EXERCISE DETAILS: Give again the line that contains "('replicates', 0.206, 800, 165)" and every line after it to the end of the records. Keep them exactly as they are and add nothing.

___ EXERCISE INPUT ___

def exceedance_from_counts(count: int, n: int, limit: float, *, confidence: float = 0.95,
                           method: str = "wilson") -> Exceedance:
    """Exceedance probability from the count of values above the limit out of ``n``.

    Parameters
    ----------
    count
        Values strictly above the limit [-].
    n
        Finite values [-], at least 1.
    limit
        The limit [unit of the values].
    confidence
        Two-sided confidence level in (0, 1) [-].
    method : {"wilson", "clopper-pearson"}
        Interval method. [-]

    Returns
    -------
    Exceedance
    """
    if method not in EXCEEDANCE_METHODS:
        raise ValueError(f"unknown exceedance interval method {method!r}; valid: "
                         f"{', '.join(EXCEEDANCE_METHODS)}")
    confidence = _confidence(confidence)
    ci = stats.binomtest(count, n).proportion_ci(confidence_level=confidence,
                                                  method=_SCIPY_CI[method])
    return Exceedance(float(limit), count / n, float(ci.low), float(ci.high), confidence, n,
                      count, method)


def _labels(y: np.ndarray, replicate: np.ndarray) -> tuple[np.ndarray, np.ndarray, int]:
    """Finite values, their replicate labels and the number of replicates R."""
    y = np.asarray(y, dtype=float)
    lab = np.asarray(replicate)
    if y.ndim != 1 or lab.shape != y.shape:
        raise ValueError(f"y and replicate must be one-dimensional and of one shape, got "
                         f"{y.shape} and {lab.shape}")
    if lab.size and (not np.issubdtype(lab.dtype, np.integer) or lab.min() < 0):
        raise ValueError("replicate must hold non-negative integer labels")
    reps = int(lab.max()) + 1 if lab.size else 0
    if reps < 2:
        raise ValueError(f"a replicate interval needs at least 2 replicates, got {reps}")
    ok = np.isfinite(y)
    if not ok.any():
        raise ValueError(f"y has no finite values ({y.size} non-finite)")
    return y[ok], lab[ok], reps


def _t_half(fractions: np.ndarray, confidence: float) -> float:
    r = fractions.size
    t = float(stats.t.ppf(0.5 + confidence / 2.0, r - 1))
    return t * float(np.std(fractions, ddof=1)) / math.sqrt(r)


def replicate_exceedance(y: np.ndarray, replicate: np.ndarray, limit: float, *,
                         confidence: float = 0.95) -> Exceedance:
    """Exceedance probability P(Y > limit) from independent replicates, with a t interval.

    Parameters
    ----------
    y : array_like
        Sample, shape (n,), non-finite values ignored [any].
    replicate : array_like of int
        Replicate label 0 ... R - 1 of every value, shape (n,) [-].
    limit : float
        Limit value [unit of y].
    confidence : float
        Two-sided confidence level in (0, 1) [-].

    Returns
    -------
    Exceedance
        The pooled fraction above the limit; ``method = "replicates"`` with the interval
        ``p ± t_(R-1) s / sqrt(R)`` clipped to [0, 1] (s: standard deviation of the R
        per-replicate fractions), or the Wilson interval of the pooled values with ``note``
        saying why where the replicate spread is degenerate.

    Notes
    -----
    Each replicate's fraction is an unbiased estimate of P(Y > limit); the replicates are
    independent, so their spread estimates the error of the pooled fraction (L'Ecuyer &
    Lemieux 2002, Modeling Uncertainty, 419-474) (R.2).

    Examples
    --------
    >>> import numpy as np
    >>> y = np.tile(np.linspace(0.0, 1.0, 100), 8) + np.repeat(np.arange(8) * 1e-3, 100)
    >>> e = replicate_exceedance(y, np.repeat(np.arange(8), 100), 0.8)
    >>> e.method, round(e.probability, 3), e.n, e.count
    ('replicates', 0.206, 800, 165)
    """
    limit = float(limit)
    if math.isnan(limit):
        raise ValueError("limit must be a number, got nan")
    values, lab, reps = _labels(y, replicate)
    return replicate_exceedance_from_counts(
        np.bincount(lab, weights=values > limit, minlength=reps).astype(np.int64),
        np.bincount(lab, minlength=reps), limit, confidence=confidence)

___

TASK ANSWER:
    ('replicates', 0.206, 800, 165)
    """
    limit = float(limit)
    if math.isnan(limit):
        raise ValueError("limit must be a number, got nan")
    values, lab, reps = _labels(y, replicate)
    return replicate_exceedance_from_counts(
        np.bincount(lab, weights=values > limit, minlength=reps).astype(np.int64),
        np.bincount(lab, minlength=reps), limit, confidence=confidence)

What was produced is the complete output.